▸ What you will do
Your answer should reproduce every line of the material in which the word "tries" occurs.

▸ Supplied material
★ ★ ★ ★ ★

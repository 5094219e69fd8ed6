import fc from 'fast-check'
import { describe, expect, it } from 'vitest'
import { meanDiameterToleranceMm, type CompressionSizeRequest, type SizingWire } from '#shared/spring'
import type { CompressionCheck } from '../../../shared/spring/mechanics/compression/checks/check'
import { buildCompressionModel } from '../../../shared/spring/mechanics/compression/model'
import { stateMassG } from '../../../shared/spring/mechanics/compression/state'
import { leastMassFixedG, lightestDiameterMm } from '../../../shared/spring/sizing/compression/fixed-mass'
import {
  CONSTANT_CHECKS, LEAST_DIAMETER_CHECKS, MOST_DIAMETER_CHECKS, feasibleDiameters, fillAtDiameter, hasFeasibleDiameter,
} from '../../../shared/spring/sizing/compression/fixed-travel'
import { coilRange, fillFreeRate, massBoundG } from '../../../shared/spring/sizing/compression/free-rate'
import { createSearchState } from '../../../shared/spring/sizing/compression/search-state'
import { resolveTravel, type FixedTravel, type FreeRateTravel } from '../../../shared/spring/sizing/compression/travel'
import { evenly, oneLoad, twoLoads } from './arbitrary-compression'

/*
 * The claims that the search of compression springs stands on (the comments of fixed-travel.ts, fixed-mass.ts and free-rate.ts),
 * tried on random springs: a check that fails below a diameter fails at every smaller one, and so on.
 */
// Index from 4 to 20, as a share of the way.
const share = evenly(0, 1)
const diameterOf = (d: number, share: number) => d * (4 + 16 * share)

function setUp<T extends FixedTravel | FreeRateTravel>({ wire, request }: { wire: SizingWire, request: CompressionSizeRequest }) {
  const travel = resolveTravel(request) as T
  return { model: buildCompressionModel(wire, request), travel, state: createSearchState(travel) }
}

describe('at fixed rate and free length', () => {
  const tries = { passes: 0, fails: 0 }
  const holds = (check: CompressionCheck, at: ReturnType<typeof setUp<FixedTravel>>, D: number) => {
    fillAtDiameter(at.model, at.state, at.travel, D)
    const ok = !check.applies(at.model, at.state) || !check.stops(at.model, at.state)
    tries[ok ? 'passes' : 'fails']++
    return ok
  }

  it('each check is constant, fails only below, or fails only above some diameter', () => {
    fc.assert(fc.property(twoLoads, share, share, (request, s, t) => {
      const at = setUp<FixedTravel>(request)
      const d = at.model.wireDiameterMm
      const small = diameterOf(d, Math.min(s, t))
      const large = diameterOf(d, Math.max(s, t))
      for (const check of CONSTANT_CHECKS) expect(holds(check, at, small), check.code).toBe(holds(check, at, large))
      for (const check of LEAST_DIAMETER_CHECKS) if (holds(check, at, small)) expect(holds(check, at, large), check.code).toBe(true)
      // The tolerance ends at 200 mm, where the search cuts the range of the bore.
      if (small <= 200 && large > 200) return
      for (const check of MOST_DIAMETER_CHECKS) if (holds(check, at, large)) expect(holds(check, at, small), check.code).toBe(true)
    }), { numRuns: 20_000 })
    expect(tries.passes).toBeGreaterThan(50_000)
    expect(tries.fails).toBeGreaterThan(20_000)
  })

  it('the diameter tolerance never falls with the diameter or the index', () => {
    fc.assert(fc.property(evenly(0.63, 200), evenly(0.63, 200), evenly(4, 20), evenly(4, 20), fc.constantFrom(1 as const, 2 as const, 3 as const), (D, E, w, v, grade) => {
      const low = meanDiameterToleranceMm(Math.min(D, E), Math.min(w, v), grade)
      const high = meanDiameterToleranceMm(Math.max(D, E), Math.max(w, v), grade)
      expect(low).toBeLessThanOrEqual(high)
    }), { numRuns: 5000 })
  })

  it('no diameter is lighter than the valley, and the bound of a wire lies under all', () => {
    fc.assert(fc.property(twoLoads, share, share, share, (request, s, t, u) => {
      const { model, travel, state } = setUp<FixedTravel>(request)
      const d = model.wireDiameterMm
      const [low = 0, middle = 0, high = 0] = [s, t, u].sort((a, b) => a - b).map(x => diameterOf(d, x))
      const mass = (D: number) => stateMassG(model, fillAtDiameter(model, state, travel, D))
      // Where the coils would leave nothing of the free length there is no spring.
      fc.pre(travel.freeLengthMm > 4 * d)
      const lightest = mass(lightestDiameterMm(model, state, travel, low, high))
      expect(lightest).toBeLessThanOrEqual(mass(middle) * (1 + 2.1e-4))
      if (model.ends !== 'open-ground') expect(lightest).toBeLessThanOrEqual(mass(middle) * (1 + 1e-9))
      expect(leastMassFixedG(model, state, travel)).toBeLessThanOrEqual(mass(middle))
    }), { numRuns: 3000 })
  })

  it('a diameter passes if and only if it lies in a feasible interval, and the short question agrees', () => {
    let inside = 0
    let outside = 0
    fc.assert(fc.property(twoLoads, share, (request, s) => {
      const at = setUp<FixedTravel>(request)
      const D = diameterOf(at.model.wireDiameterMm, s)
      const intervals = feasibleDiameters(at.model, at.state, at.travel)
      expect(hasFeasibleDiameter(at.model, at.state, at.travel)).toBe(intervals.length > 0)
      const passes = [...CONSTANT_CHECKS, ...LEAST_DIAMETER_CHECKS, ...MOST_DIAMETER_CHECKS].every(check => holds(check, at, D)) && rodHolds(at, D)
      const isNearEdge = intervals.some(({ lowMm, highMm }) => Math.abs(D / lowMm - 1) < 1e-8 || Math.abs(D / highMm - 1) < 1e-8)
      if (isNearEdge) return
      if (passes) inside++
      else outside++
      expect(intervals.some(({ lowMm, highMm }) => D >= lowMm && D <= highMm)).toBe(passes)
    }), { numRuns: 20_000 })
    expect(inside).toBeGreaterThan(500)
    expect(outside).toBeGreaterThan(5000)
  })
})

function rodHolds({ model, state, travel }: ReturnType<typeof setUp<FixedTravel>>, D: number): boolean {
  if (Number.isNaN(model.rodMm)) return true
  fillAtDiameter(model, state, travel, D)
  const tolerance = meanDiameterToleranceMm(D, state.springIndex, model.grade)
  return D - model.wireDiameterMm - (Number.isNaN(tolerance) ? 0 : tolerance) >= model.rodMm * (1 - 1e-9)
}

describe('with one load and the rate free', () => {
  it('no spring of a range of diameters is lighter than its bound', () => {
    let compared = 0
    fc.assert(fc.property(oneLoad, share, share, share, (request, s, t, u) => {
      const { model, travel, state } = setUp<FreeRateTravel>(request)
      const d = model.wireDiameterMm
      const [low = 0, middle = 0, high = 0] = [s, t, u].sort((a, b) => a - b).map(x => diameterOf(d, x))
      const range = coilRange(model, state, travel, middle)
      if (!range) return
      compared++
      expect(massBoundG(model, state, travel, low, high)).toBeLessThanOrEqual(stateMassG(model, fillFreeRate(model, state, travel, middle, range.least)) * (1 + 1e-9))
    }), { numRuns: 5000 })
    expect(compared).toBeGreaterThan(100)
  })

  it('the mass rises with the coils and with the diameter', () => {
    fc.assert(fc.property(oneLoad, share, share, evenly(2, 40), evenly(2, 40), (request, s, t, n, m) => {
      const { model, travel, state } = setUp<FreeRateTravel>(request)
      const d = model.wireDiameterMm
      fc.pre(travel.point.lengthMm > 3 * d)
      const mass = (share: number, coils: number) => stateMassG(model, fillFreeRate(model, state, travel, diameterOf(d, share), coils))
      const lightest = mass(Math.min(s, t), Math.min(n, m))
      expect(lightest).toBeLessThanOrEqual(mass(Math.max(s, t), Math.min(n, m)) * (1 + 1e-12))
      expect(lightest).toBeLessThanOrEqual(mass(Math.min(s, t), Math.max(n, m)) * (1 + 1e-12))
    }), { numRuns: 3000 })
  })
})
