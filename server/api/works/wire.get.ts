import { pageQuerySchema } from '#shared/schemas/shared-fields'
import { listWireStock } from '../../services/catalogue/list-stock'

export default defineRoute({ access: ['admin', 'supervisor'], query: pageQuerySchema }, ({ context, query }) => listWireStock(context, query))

★ ★ ★ ★ ★

▸ Task response
  const tries = { passes: 0, fails: 0 }
    tries[ok ? 'passes' : 'fails']++
    expect(tries.passes).toBeGreaterThan(50_000)
    expect(tries.fails).toBeGreaterThan(20_000)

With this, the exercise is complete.